On the other hand, the cover tray 1 according to the present invention is the specification of all the packages using the QFP, TSOP or tray specified in the above EIAJ or JEDEC, that is, EMC molding cross-sectional area, thickness, lead It can be easily understood by those skilled in the art that it can be applied interchangeably with only one type of cover tray for each package group regardless of the distance between each package, the mounting area, and the number of leads.

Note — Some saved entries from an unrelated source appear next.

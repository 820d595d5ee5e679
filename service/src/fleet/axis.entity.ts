import {
  Column,
  CreateDateColumn,
  Entity,
  JoinColumn,
  ManyToOne,
  PrimaryGeneratedColumn,
  Unique,
  type Relation,
} from 'typeorm';
import type { PolePattern, Structure } from '../control/pole-placement.js';
import { Machine } from './machine.entity.js';
import { Site } from './site.entity.js';

export const AXIS_STATES = ['in-tune', 'drifting', 'out-of-tune', 'no-signal', 'in-maintenance'] as const;
export type AxisState = (typeof AXIS_STATES)[number];

export const ACTUATORS = ['electric', 'hydraulic'] as const;
export type Actuator = (typeof ACTUATORS)[number];

/** The plant as it was when the present gains were computed for it, or as an engineer confirmed it since. */
export interface Baseline {
  /** (mm/s)/% */
  gain: number;
  /** rad/s */
  pole: number;
  /** % of output; null until known */
  coulomb: number | null;
  /** % of output; null until known */
  bias: number | null;
  /** (mm/s)/% for forward travel; null where direction makes no difference or is not known */
  gainForward: number | null;
  /** (mm/s)/% for reverse travel */
  gainReverse: number | null;
}

export interface Tolerances {
  /** mm */
  followingError: number;
  /** % of the baseline gain */
  gainPct: number;
  /** % of the baseline pole */
  polePct: number;
  /** % of moving time with the output at its limit */
  saturatedPct: number;
}

@Entity()
@Unique(['siteId', 'tag'])
export class Axis {
  @PrimaryGeneratedColumn()
  id: number;

  @Column()
  siteId: number;

  @ManyToOne(() => Site, { nullable: false })
  @JoinColumn({ name: 'siteId' })
  site: Relation<Site>;

  @Column()
  machineId: number;

  @ManyToOne(() => Machine, { nullable: false })
  @JoinColumn({ name: 'machineId' })
  machine: Relation<Machine>;

  @Column()
  tag: string;

  @Column()
  name: string;

  @Column({ type: 'text' })
  actuator: Actuator;

  /** mm per count */
  @Column('real')
  resolution: number;

  /** s */
  @Column('real')
  sampleTime: number;

  @Column('simple-json')
  travel: { min: number; max: number };

  /** The axis's own typical move: mm, s. */
  @Column('simple-json')
  move: { distance: number; duration: number };

  @Column('simple-json')
  tolerances: Tolerances;

  /** As commissioned: what the engineer wants this axis to behave like. */
  @Column({ type: 'text' })
  structure: Structure;

  @Column('simple-json')
  pattern: PolePattern;

  @Column()
  feedForward: boolean;

  @Column({ type: 'simple-json', nullable: true })
  baseline: Baseline | null;

  @Column({ type: 'datetime', nullable: true })
  baselineAt: Date | null;

  /** Number of the tuning revision that the axis runs with. */
  @Column({ default: 0 })
  revision: number;

  @Column({ type: 'text', default: 'no-signal' })
  state: AxisState;

  @Column({ default: 'No samples yet.' })
  stateReason: string;

  @Column({ type: 'datetime', nullable: true })
  stateSince: Date | null;

  @Column({ default: false })
  inMaintenance: boolean;

  @Column({ type: 'datetime', nullable: true })
  maintenanceUntil: Date | null;

  @Column({ type: 'text', nullable: true })
  maintenanceReason: string | null;

  @Column({ type: 'text', nullable: true })
  maintenanceBy: string | null;

  @CreateDateColumn()
  createdAt: Date;
}
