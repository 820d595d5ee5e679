import { Controller, ForbiddenException, Get, Query, Res, StreamableFile } from '@nestjs/common';
import { ApiBearerAuth, ApiOkResponse, ApiProduces, ApiTags } from '@nestjs/swagger';
import type { Response } from 'express';
import { Readable } from 'node:stream';
import { CurrentUser } from '../auth/current-user.decorator.js';
import { mayRegisterSites, sitesOf, type SignedInUser } from '../auth/signed-in-user.js';
import { Transactions } from '../database/transactions.js';
import { AuditChainDto, AuditEntryDto, AuditPageDto, AuditQueryDto, AuditScopeDto } from './dto/audit.dto.js';
import type { AuditEntry } from './audit-entry.entity.js';
import { AuditService } from './audit.service.js';

/** From memory: jsonlines.org's suggestion; no media type is registered. */
const JSON_LINES = 'application/jsonl';

@ApiTags('Audit')
@ApiBearerAuth()
@Controller('audit')
export class AuditController {
  constructor(
    private readonly audit: AuditService,
    private readonly transactions: Transactions,
  ) {}

  @Get()
  @ApiOkResponse({ type: AuditPageDto })
  async list(@CurrentUser() user: SignedInUser, @Query() query: AuditQueryDto): Promise<AuditPageDto> {
    if (sitesOf(user, 'audit.read').length === 0)
      throw new ForbiddenException('The record is for engineers and administrators');
    const { items, nextCursor } = await this.audit.list(user, {
      siteId: query.siteId,
      subjectType: query.subjectType,
      subjectId: query.subjectId,
      limit: query.limit,
      beforeId: query.cursor,
    });
    return { items: items.map(entryOf), nextCursor };
  }

  /** What this person may read, oldest first, one JSON object a line, with the hashes of the chain. */
  @Get('export')
  @ApiProduces(JSON_LINES)
  @ApiOkResponse({ schema: { type: 'string' } })
  async export(
    @CurrentUser() user: SignedInUser,
    @Query() query: AuditScopeDto,
    @Res({ passthrough: true }) response: Response,
  ): Promise<StreamableFile> {
    if (sitesOf(user, 'people.manage').length === 0)
      throw new ForbiddenException('Exporting the record is for administrators');
    await this.transactions.run((manager) =>
      this.audit.record(manager, {
        user,
        action: 'record.exported',
        subject: { type: 'person', id: user.id },
        after: { ...query },
      }),
    );
    response.set({
      'Content-Type': JSON_LINES,
      'Content-Disposition': 'attachment; filename="polewright-record.jsonl"',
    });
    return new StreamableFile(Readable.from(linesOf(this.audit.export(user, query))));
  }

  /** Checks that nothing in the record was altered. */
  @Get('chain')
  @ApiOkResponse({ type: AuditChainDto })
  async verify(@CurrentUser() user: SignedInUser): Promise<AuditChainDto> {
    if (!mayRegisterSites(user)) throw new ForbiddenException('Checking the record is for administrators');
    const { broken, ...report } = await this.audit.verify();
    // The chain spans all sites; of an entry of a site that is not theirs people learn its number and no more.
    const theirs = broken && (broken.siteId === null || sitesOf(user, 'audit.read').includes(broken.siteId));
    const told = theirs && {
      at: broken.at,
      actor: broken.actor,
      action: broken.action,
      subjectType: broken.subjectType,
      subjectId: broken.subjectId,
    };
    return { ...report, broken: told || null };
  }
}

const entryOf = (entry: AuditEntry): AuditEntryDto => ({
  id: entry.id,
  at: entry.at.toISOString(),
  actor: entry.actor,
  userId: entry.userId,
  action: entry.action,
  subjectType: entry.subjectType,
  subjectId: entry.subjectId,
  siteId: entry.siteId,
  note: entry.note,
  before: entry.before,
  after: entry.after,
});

async function* linesOf(batches: AsyncIterable<AuditEntry[]>): AsyncGenerator<string> {
  for await (const batch of batches)
    yield (
      batch
        .map((entry) =>
          JSON.stringify({ ...entryOf(entry), previousHash: entry.previousHash, hash: entry.hash }),
        )
        .join('\n') + '\n'
    );
}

Therefore, according to the present invention, the manufacturing cost can be reduced by eliminating unnecessary trays in the semiconductor package packaging tray, and the top layer tray can be unified with the cover tray according to the present invention when packing a small packing unit stacked tray. Simplification and standardization can be brought about, and work management can be easily given.

Claims (3)

A semiconductor package packaging tray comprising: a heat resistant tray formed by stacking a plurality of unit trays corresponding to one semiconductor package in a plurality of cavities formed on a main surface thereof, and corresponding to a unit tray formed at the top of the heat resistant trays; And a cover tray formed so that the corresponding coupling portion is in contact with the semiconductor package in the cavity of the main surface of the unit tray, and a predetermined mark portion is formed at the center of the outer upper surface portion of the cover tray. Packing tray. The semiconductor package packaging tray according to claim 1, wherein the cavity is arranged in plural in a matrix form on the main surface. The tray for packaging a semiconductor package according to claim 1 or 2, wherein each corresponding coupling part of the cover tray is provided with a window part for sensing whether the cavity is used from the outside.